## ASSIGNMENT
Instruction for the data below: set down exactly the lines from the line with "of the vibration" to the line with "double w = match->rpm * PI / 30;", inclusive, and no others.

[[ DATASET RECORDS open ]]

/* "12 um pk-pk at a lag of 40 deg" as the sensor is shown. */
static void vector_words(const struct job_sensor *s, double complex z, double rpm, char *text,
                         size_t size)
{
    char unit[24];
    double complex shown = units_convert(z, s->quantity, s->show.quantity, rpm * PI / 30);
    if (isnan(creal(shown)))
        snprintf(text, size, "%s m pk at a lag of %.0f deg", judge_figure(cabs(z), 3).text,
                 angle_of(z));
    else
        snprintf(text, size, "%s %s at a lag of %.0f deg",
                 judge_figure(units_shown(cabs(shown), &s->show), 3).text,
                 units_show_text(&s->show, unit), angle_of(shown));
}

/* The row of a sensor whose slow-roll vector is missing; NULL: it is not. */
static const struct model_row *unrolled(const struct model *m, size_t sensor)
{
    for (size_t i = 0; i < m->row_count; i++)
        if (m->rows[i].sensor == sensor && m->rows[i].unrolled)
            return &m->rows[i];
    return NULL;
}

static bool tell_unrolled(const struct model *m, size_t sensor, struct advice_finding *f)
{
    const struct model_row *row = unrolled(m, sensor);
    if (!row)
        return false;
    *f = (struct advice_finding){.check = "runout",
                                 .unit = "",
                                 .basis = "common practice",
                                 .verdict = row->in_aim ? ADVICE_REFUSE : ADVICE_CAUTION,
                                 .run = m->runout_run,
                                 .sensor = (int)sensor,
                                 .value = NAN,
                                 .limit = NAN};
    snprintf(f->text, sizeof f->text,
             m->runout[sensor].count > 0
                 ? "the readings of sensor '%s' have no phase, so that no slow-roll vector can be "
                   "taken off them: it is %s"
                 : "there is no usable slow-roll vector to take off the readings of sensor '%s': "
                   "it is %s",
             m->job->sensors[sensor].name,
             row->in_aim ? "lost, and the aim counts on it" : "left out; the aim does without it");
    return true;
}

void notes_runout_step(const struct model *m, const struct model_row *row, struct advice_next *next)
{
    const char *sensor = m->job->sensors[row->sensor].name;
    const char *run = m->job->runs[m->runout_run].name;
    *next = (struct advice_next){.step = "repeat"};
    snprintf(next->reason, sizeof next->reason,
             "no usable slow-roll vector of a sensor that the aim counts on: '%s' (run '%s')",
             sensor, run);
    snprintf(next->text, sizeof next->text,
             m->amplitudes
                 ? "sensor '%s' holds runout, which cannot be taken off without phase: run again "
                   "with a phase reference, slow roll '%s' included, or set the aim on sensors "
                   "that are no probes"
                 : "repeat the slow roll '%2$s' so that sensor '%1$s' gives a vector there: slow, "
                   "unclipped, with the tacho; or set the aim on sensors that are no probes",
             sensor, run);
}

bool notes_runout(const struct model *m, size_t sensor, struct advice_finding *f)
{
    const struct model_runout *o = &m->runout[sensor];
    const struct job_sensor *s = &m->job->sensors[sensor];
    char words[100];
    if (o->count == 0 || m->amplitudes)
        return tell_unrolled(m, sensor, f);
    *f = (struct advice_finding){.check = "runout",
                                 .unit = "",
                                 .basis = "common practice",
                                 .run = -1,
                                 .sensor = (int)sensor,
                                 .value = NAN,
                                 .limit = NAN};
    vector_words(s, o->vector, o->speed_rpm, words, sizeof words);
    snprintf(f->text, sizeof f->text,
             "the slow-roll vector, %s, is taken off all readings of sensor '%s': correction and "
             "forecast are of the vibration without runout",
             words, s->name);
    return true;
}

void notes_prediction(const struct model *m, const struct model_row *row, size_t run, double se,
                      struct advice_finding *f)
{
    struct judge_limits l = judge_limits_of(m->job, "linearity", 3, INFINITY);
    *f = (struct advice_finding){.check = "prediction",
                                 .unit = "s.e.",
                                 .basis = "common practice",
                                 .run = (int)run,
                                 .sensor = (int)row->sensor,
                                 .value = se};
    l.refuse = INFINITY; /* linearity refuses, where it must */
    f->verdict = judge_value(&l, se, &f->limit);
    if (f->verdict == ADVICE_OK)
        snprintf(f->text, sizeof f->text,
                 "run '%s' came out as the runs before it predict; sensor '%s' is furthest off",
                 m->job->runs[run].name, sensor_of(m, row));
    else
        snprintf(
            f->text, sizeof f->text,
            "run '%s' did not come out at sensor '%s' as the runs before it predict: check that "
            "the weights, their angles and radii are as the sheet says, and whether the machine "
            "or its speed changed",
            m->job->runs[run].name, sensor_of(m, row));
}

void notes_speed(const struct job *job, const struct slope_match *match, struct advice_finding *f)
{
    const struct job_sensor *s = &job->sensors[match->sensor];
    double w = match->rpm * PI / 30;
    double shown = cabs(units_convert(match->largest, s->quantity, s->show.quantity, w));
    char unit[24];
    *f = (struct advice_finding){.check = "speed-corrected",
                                 .unit = "",
                                 .basis = "common practice",
                                 .run = -1,
                                 .sensor = (int)match->sensor,
                                 .value = NAN,
                                 .limit = NAN};
    snprintf(
        f->text, sizeof f->text,
        "condition '%s': the readings of sensor '%s' are brought to %s rpm by their slope over "
        "speed within the runs, by %s %s at most; what that costs is in the ranges",
        match->condition, s->name, judge_figure(match->rpm, 5).text,
        judge_figure(units_shown(shown, &s->show), 2).text, units_show_text(&s->show, unit));
}

/* The ideal least-squares weight leaves so much of as found that something else is wrong: our
 * choice, a single plane of a rigid rotor that is out in one plane leaves a few percent. */
#define LEFT_MOST 0.3

/* Amplitude that a weight leaves at a row, SI peak. */
static double left_by(const struct answer *a, const struct model_row *row,
                      const double complex *weights)
{
    for (size_t r = 0; r < a->rows; r++) {
        double unused[3];
        if (a->row[r] == row)
            return cabs(posterior_predict(&a->posterior[r], weights, unused));
    }
    return NAN;
}

/* Chances from which on what is expected is no certainty: our choice of words. */
#define CHANCE_SOME 0.05
#define CHANCE_GOOD 0.25

static const char *miss_words(double chance)
{
    return !(chance >= CHANCE_SOME)   ? "this will not meet"
           : !(chance >= CHANCE_GOOD) ? "this is unlikely to meet"
                                      : "this may well not meet";
}

/* What keeps the vibration above the target. */
static const char *miss_reason(const struct answer *a, const struct model_row *row)
{
    if (left_by(a, row, a->classical) / row->as_found > LEFT_MOST)
        return "even the ideal weight leaves much of it; weights on these planes cannot do it "
               "alone, or a sensor or the tape is not as the sheet says";
    if (left_by(a, row, a->weights) > row->target)
        return "even the ideal weight leaves more than the target, since what the readings of all "
               "sensors and conditions ask for differs";
    return "positions, stock or limits allow no better";
}

bool notes_target(const struct answer *a, struct advice_finding *f)
{
    const struct answer_forecast *worst = NULL;
    for (size_t i = 0; i < a->forecast_count; i++) {
        const struct answer_forecast *fc = &a->forecasts[i];
        double share = cabs(fc->after) / fc->row->target;
        if (fc->row->in_aim && share > 1 &&
            (!worst || share > cabs(worst->after) / worst->row->target))
            worst = fc;
    }
    if (!worst || a->static_only) /* the couple comes after */
        return false;
    const struct job_sensor *s = &a->model->job->sensors[worst->row->sensor];
    double w = worst->row->speed_rpm * PI / 30, target = worst->row->target;
    double after = cabs(units_convert(cabs(worst->after), s->quantity, s->show.quantity, w));
    double aimed = cabs(units_convert(target, s->quantity, s->show.quantity, w));
    char unit[24];
    bool shown = !isnan(after) && !isnan(aimed);
    *f = (struct advice_finding){.check = "target-missed",
                                 .unit = "%",
                                 .basis = "the aim of the sheet",
                                 .run = -1,
                                 .sensor = (int)worst->row->sensor,
                                 .verdict = ADVICE_CAUTION,
                                 .value = 100 * cabs(worst->after) / target,
                                 .limit = 100};
    size_t n = (size_t)snprintf(
        f->text, sizeof f->text,
        "%s the target at '%s' (%s of %s %s expected): ", miss_words(worst->chance), s->name,
        shown ? judge_figure(units_shown(after, &s->show), 3).text : "more",
        shown ? judge_figure(units_shown(aimed, &s->show), 3).text : "it",
        shown ? units_show_text(&s->show, unit) : "");
    snprintf(f->text + n, sizeof f->text - n, "%s", miss_reason(a, worst->row));
    return true;
}

bool notes_zone(const struct answer *a, const struct answer_forecast *fc, struct advice_finding *f)
{
    const struct answer_zone *z = &fc->zone;
    if (!z->given)
        return false;
    char before = zones_of(z->before, z->limits), after = zones_of(z->after, z->limits);
    bool length = z->quantity == QUANTITY_DISPLACEMENT;
    double unit = length ? 1e-6 : 1e-3;
    const char *name = length ? "um rms" : "mm/s rms";
    *f = (struct advice_finding){.check = "zone",
                                 .unit = name,
                                 .basis = ZONES_BASIS,
                                 .run = -1,
                                 .sensor = (int)fc->row->sensor,
                                 .value = z->after / unit,
                                 .limit = z->limits[1] / unit};
    f->verdict = after > 'B' ? ADVICE_CAUTION : ADVICE_OK;
    snprintf(f->text, sizeof f->text,
             "sensor '%s': %s %s, zone %c now; %s %s, zone %c expected after (group %d, %s%s)",
             sensor_of(a->model, fc->row), judge_figure(z->before / unit, 2).text, name, before,
             judge_figure(z->after / unit, 2).text, name, after, a->model->job->aim.zone_group,
             a->model->job->aim.zone_flexible ? "flexible" : "rigid",
             z->overall ? "" : "; of 1x alone, the overall vibration is not less");
    return true;
}

/* Between conditions at one speed, common practice: a bearing's or a foundation's warmth turns a
 * response less. */
#define TURNED_MOST 90  /* deg */
#define TURNED_ALIKE 30 /* deg: from sensor to sensor */
#define SPEED_ALIKE 0.02

/* Turn of the response from row a to row b, deg; NaN: not known in both, or at another speed. */
static double turn_between(const struct model_row *a, const struct model_row *b, size_t plane)
{
    if (a->sensor != b->sensor || a->state != MODEL_GOOD || b->state != MODEL_GOOD ||
        !(fabs(b->speed_rpm / a->speed_rpm - 1) <= SPEED_ALIKE))
        return NAN;
    return angle_wrap_180(angle_of(b->posterior.mean[plane + 1]) -
                          angle_of(a->posterior.mean[plane + 1]));
}

/* How far all sensors turn alike between two conditions, deg; NaN: they do not. */
static double turned(const struct model *m, size_t plane, size_t from, size_t to)
{
    double first = NAN;
    size_t count = 0;
    for (size_t i = 0; i < m->row_count; i++)
        for (size_t k = 0; k < m->row_count; k++) {
            if (m->rows[i].condition != from || m->rows[k].condition != to)
                continue;
            double turn = turn_between(&m->rows[i], &m->rows[k], plane);
            if (isnan(turn))
                continue;
            first = count++ == 0 ? turn : first;
            if (!(fabs(turn) > TURNED_MOST) || fabs(angle_wrap_180(turn - first)) > TURNED_ALIKE)
                return NAN;
        }
    return count > 1 ? first : NAN;
}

[[ DATASET RECORDS closed ]]

## FINISHED TASK
             "forecast are of the vibration without runout",
             words, s->name);
    return true;
}

void notes_prediction(const struct model *m, const struct model_row *row, size_t run, double se,
                      struct advice_finding *f)
{
    struct judge_limits l = judge_limits_of(m->job, "linearity", 3, INFINITY);
    *f = (struct advice_finding){.check = "prediction",
                                 .unit = "s.e.",
                                 .basis = "common practice",
                                 .run = (int)run,
                                 .sensor = (int)row->sensor,
                                 .value = se};
    l.refuse = INFINITY; /* linearity refuses, where it must */
    f->verdict = judge_value(&l, se, &f->limit);
    if (f->verdict == ADVICE_OK)
        snprintf(f->text, sizeof f->text,
                 "run '%s' came out as the runs before it predict; sensor '%s' is furthest off",
                 m->job->runs[run].name, sensor_of(m, row));
    else
        snprintf(
            f->text, sizeof f->text,
            "run '%s' did not come out at sensor '%s' as the runs before it predict: check that "
            "the weights, their angles and radii are as the sheet says, and whether the machine "
            "or its speed changed",
            m->job->runs[run].name, sensor_of(m, row));
}

void notes_speed(const struct job *job, const struct slope_match *match, struct advice_finding *f)
{
    const struct job_sensor *s = &job->sensors[match->sensor];
    double w = match->rpm * PI / 30;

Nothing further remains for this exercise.